======== Available records ========

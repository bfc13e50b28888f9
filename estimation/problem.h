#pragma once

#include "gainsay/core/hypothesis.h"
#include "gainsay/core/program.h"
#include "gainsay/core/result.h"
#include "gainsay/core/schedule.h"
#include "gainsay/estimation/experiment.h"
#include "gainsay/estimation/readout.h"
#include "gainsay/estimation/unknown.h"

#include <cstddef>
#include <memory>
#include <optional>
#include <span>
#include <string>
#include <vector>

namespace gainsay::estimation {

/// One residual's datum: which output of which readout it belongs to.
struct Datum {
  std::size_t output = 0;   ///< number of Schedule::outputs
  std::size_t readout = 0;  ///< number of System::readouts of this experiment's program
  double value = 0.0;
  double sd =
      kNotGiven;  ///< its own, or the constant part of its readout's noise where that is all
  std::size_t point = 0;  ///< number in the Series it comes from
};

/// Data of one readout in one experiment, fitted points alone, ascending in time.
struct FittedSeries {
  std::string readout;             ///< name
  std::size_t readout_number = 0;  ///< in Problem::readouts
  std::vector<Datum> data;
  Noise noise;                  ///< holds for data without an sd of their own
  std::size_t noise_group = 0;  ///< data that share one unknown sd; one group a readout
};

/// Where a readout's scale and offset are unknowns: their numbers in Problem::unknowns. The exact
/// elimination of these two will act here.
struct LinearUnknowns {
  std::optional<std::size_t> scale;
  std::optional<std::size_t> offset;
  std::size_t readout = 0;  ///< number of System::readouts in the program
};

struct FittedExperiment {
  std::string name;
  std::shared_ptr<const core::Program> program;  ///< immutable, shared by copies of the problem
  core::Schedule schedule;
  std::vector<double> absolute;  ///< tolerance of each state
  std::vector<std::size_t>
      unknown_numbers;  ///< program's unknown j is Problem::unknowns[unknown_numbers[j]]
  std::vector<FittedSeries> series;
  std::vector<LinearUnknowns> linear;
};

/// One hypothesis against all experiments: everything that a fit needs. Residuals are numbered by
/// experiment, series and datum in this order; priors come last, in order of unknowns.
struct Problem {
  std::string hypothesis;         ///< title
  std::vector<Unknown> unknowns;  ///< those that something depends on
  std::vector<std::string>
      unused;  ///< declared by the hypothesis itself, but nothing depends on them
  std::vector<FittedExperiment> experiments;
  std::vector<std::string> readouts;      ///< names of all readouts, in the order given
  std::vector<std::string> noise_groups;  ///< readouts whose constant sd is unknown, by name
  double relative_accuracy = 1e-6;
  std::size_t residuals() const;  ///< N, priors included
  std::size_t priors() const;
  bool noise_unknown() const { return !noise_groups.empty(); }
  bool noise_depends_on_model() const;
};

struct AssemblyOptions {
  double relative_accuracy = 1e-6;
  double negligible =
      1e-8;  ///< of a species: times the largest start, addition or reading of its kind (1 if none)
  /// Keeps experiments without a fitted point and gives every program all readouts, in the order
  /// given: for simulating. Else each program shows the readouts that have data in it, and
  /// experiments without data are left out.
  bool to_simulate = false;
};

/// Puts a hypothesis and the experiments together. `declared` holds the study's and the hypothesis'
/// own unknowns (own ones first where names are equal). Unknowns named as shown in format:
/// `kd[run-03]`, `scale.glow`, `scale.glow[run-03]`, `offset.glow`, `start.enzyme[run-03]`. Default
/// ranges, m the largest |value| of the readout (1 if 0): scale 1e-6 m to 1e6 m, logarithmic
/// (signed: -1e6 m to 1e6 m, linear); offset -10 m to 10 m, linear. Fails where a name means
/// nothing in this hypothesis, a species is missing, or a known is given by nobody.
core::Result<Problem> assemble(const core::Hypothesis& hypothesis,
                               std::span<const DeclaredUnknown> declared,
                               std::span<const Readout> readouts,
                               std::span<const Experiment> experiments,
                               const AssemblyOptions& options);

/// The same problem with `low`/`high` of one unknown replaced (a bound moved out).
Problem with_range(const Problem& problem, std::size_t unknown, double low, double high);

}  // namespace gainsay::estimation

========
======== Available records ========

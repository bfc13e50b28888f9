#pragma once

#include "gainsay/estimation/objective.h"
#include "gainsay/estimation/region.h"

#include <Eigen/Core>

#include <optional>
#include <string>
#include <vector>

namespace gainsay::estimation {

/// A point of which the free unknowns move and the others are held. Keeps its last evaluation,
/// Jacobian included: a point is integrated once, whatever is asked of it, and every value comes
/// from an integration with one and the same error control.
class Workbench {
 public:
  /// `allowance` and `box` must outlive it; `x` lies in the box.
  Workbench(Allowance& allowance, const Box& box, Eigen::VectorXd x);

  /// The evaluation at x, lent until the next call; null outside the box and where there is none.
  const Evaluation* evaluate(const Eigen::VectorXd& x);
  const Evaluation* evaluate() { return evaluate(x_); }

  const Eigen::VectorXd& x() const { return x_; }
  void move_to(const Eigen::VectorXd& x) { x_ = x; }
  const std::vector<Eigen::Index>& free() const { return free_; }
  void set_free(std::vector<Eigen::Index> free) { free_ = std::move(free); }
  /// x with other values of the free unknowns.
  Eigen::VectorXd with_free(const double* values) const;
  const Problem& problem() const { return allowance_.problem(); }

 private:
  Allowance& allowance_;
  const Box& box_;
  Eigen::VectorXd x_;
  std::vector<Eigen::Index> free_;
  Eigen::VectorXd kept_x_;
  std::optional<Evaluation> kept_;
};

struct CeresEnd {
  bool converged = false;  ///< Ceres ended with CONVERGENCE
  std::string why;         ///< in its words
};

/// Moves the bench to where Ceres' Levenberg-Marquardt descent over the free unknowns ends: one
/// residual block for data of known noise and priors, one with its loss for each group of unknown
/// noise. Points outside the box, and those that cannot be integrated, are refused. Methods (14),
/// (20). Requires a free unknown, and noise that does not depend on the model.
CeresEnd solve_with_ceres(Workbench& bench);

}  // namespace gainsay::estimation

========

**What is being asked**
Filter the data down to the lines that contain the string "this", and copy them.

**Reply to the task**
  std::size_t readout = 0;  ///< number of System::readouts of this experiment's program
/// experiment, series and datum in this order; priors come last, in order of unknowns.
/// nothing in this hypothesis, a species is missing, or a known is given by nobody.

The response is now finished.